Top of STUDY MATERIAL
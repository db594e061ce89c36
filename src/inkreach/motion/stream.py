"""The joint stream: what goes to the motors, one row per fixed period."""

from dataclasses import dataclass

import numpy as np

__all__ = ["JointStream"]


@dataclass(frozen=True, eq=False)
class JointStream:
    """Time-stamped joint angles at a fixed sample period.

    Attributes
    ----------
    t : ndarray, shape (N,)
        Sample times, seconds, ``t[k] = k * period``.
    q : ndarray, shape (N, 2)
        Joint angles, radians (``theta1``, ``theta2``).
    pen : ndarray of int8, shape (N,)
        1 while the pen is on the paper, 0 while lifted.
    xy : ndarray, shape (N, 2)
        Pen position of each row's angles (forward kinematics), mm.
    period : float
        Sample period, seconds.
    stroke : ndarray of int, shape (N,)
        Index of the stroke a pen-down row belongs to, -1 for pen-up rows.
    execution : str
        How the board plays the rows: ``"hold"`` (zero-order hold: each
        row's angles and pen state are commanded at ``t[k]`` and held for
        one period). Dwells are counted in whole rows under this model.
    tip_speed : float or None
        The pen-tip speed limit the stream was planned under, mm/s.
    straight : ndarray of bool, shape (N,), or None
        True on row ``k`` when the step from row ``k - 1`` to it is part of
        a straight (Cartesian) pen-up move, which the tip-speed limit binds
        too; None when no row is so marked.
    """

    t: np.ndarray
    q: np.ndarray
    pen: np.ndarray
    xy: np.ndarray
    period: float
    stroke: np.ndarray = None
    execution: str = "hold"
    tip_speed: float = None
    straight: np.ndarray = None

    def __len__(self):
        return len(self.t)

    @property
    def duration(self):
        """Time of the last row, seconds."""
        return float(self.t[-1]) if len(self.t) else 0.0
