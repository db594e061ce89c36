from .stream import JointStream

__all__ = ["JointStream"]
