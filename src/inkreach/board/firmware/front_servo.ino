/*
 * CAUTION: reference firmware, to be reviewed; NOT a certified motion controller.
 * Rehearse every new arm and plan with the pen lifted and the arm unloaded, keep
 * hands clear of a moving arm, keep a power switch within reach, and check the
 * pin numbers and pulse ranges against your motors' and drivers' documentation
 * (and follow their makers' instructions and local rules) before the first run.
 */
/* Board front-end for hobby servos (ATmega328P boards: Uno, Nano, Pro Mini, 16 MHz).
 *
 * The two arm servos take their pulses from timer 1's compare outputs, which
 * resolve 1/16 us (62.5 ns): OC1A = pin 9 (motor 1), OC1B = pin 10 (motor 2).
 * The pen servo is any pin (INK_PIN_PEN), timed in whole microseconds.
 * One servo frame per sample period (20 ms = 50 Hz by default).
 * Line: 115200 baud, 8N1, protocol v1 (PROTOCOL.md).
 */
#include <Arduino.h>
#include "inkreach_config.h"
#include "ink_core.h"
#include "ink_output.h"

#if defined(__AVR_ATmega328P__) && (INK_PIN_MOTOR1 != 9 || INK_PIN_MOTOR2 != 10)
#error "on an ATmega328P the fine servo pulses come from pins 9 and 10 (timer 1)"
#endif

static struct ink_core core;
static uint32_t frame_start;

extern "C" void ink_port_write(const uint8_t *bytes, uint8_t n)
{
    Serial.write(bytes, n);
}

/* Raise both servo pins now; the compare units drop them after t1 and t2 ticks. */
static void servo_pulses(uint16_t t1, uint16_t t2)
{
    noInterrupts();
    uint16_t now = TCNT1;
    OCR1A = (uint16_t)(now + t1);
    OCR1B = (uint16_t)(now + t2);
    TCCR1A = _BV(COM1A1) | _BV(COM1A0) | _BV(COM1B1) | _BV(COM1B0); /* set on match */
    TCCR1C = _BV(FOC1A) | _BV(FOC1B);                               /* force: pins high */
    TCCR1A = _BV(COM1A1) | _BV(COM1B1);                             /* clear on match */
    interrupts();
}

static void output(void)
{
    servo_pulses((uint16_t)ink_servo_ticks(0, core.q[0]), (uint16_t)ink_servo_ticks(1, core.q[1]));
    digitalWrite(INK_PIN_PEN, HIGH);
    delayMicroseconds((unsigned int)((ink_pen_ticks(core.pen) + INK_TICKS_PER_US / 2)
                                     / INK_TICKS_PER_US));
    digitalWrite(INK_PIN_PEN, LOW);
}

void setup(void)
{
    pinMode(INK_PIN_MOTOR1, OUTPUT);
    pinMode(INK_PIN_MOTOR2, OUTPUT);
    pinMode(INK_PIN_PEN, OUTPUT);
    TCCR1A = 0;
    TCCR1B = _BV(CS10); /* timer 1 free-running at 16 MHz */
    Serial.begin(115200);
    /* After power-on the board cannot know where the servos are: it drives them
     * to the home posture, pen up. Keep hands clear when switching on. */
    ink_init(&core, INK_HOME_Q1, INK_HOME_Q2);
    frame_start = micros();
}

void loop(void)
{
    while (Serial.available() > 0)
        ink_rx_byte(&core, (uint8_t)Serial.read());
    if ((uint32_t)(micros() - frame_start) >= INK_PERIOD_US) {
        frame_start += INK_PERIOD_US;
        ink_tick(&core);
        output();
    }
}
Bottom of STUDY MATERIAL
Top of STUDY MATERIAL
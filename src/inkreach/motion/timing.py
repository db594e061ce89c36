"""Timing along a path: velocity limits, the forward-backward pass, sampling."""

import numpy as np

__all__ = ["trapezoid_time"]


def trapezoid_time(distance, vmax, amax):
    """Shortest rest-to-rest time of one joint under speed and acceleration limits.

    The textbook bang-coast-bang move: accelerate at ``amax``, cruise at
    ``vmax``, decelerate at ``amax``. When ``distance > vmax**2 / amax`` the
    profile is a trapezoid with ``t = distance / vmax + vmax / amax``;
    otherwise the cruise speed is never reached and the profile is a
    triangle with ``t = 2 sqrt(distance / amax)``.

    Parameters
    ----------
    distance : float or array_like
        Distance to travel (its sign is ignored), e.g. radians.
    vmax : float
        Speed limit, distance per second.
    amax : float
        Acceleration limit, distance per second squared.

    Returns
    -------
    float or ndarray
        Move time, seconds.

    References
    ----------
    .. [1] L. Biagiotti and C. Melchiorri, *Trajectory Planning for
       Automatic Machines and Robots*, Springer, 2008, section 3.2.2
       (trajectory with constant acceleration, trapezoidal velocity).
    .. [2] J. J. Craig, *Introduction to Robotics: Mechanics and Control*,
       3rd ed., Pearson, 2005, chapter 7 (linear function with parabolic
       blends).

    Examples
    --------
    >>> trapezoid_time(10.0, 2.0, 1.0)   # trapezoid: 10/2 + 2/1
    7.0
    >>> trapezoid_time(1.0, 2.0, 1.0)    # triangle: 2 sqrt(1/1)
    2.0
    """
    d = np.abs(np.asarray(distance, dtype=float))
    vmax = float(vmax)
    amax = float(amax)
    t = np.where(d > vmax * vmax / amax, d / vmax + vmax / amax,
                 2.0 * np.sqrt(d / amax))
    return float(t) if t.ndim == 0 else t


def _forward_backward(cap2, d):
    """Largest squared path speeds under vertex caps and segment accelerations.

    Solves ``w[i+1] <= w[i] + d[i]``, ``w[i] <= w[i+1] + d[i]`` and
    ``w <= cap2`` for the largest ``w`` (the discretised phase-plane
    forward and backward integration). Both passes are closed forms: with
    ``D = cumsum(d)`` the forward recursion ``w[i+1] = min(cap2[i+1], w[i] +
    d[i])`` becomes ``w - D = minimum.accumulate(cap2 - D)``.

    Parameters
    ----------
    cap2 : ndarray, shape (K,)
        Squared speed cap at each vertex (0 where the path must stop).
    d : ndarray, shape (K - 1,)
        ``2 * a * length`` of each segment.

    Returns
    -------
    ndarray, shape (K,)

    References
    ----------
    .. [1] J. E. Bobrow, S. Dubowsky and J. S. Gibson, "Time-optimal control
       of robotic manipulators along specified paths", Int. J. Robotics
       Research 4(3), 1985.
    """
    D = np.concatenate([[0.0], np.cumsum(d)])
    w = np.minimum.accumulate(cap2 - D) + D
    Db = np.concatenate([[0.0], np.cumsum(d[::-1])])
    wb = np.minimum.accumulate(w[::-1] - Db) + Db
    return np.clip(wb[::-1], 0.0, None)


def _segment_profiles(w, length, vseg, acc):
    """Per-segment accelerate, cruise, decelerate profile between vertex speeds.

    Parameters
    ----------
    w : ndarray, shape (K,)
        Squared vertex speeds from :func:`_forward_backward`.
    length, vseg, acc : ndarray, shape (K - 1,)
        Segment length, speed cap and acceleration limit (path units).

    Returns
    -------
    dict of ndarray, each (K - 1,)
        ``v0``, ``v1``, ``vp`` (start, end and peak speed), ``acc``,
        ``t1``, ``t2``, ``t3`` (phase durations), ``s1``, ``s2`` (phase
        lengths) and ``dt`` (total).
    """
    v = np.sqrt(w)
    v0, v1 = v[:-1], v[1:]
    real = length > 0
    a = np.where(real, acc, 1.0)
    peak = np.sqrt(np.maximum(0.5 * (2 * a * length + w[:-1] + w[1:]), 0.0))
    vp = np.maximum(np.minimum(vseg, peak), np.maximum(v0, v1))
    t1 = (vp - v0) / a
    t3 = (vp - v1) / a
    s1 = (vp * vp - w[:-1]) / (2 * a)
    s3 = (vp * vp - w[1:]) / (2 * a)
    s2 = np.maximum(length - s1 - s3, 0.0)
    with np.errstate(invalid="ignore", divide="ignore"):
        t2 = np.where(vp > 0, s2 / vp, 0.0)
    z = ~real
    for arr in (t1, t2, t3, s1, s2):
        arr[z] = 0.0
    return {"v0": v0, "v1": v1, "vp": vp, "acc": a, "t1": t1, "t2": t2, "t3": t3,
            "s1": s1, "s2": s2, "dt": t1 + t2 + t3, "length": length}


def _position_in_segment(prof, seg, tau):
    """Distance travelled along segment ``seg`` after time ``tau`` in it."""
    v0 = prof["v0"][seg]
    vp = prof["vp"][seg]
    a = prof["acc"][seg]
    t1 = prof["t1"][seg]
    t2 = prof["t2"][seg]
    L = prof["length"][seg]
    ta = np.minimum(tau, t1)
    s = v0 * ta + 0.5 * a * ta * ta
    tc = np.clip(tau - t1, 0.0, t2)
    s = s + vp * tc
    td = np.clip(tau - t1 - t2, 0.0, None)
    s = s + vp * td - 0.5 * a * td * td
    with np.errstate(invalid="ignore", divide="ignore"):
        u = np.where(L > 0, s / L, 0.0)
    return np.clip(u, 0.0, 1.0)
Bottom of STUDY MATERIAL
- [PROMPT]:
Above are the entries. Output exactly the lines beginning with the line that has "fixed sample period." and ending with the line that has "return len(self.t)".

- [REPLY]:
    """Time-stamped joint angles at a fixed sample period.

    Attributes
    ----------
    t : ndarray, shape (N,)
        Sample times, seconds, ``t[k] = k * period``.
    q : ndarray, shape (N, 2)
        Joint angles, radians (``theta1``, ``theta2``).
    pen : ndarray of int8, shape (N,)
        1 while the pen is on the paper, 0 while lifted.
    xy : ndarray, shape (N, 2)
        Pen position of each row's angles (forward kinematics), mm.
    period : float
        Sample period, seconds.
    stroke : ndarray of int, shape (N,)
        Index of the stroke a pen-down row belongs to, -1 for pen-up rows.
    execution : str
        How the board plays the rows: ``"hold"`` (zero-order hold: each
        row's angles and pen state are commanded at ``t[k]`` and held for
        one period). Dwells are counted in whole rows under this model.
    tip_speed : float or None
        The pen-tip speed limit the stream was planned under, mm/s.
    straight : ndarray of bool, shape (N,), or None
        True on row ``k`` when the step from row ``k - 1`` to it is part of
        a straight (Cartesian) pen-up move, which the tip-speed limit binds
        too; None when no row is so marked.
    """

    t: np.ndarray
    q: np.ndarray
    pen: np.ndarray
    xy: np.ndarray
    period: float
    stroke: np.ndarray = None
    execution: str = "hold"
    tip_speed: float = None
    straight: np.ndarray = None

    def __len__(self):
        return len(self.t)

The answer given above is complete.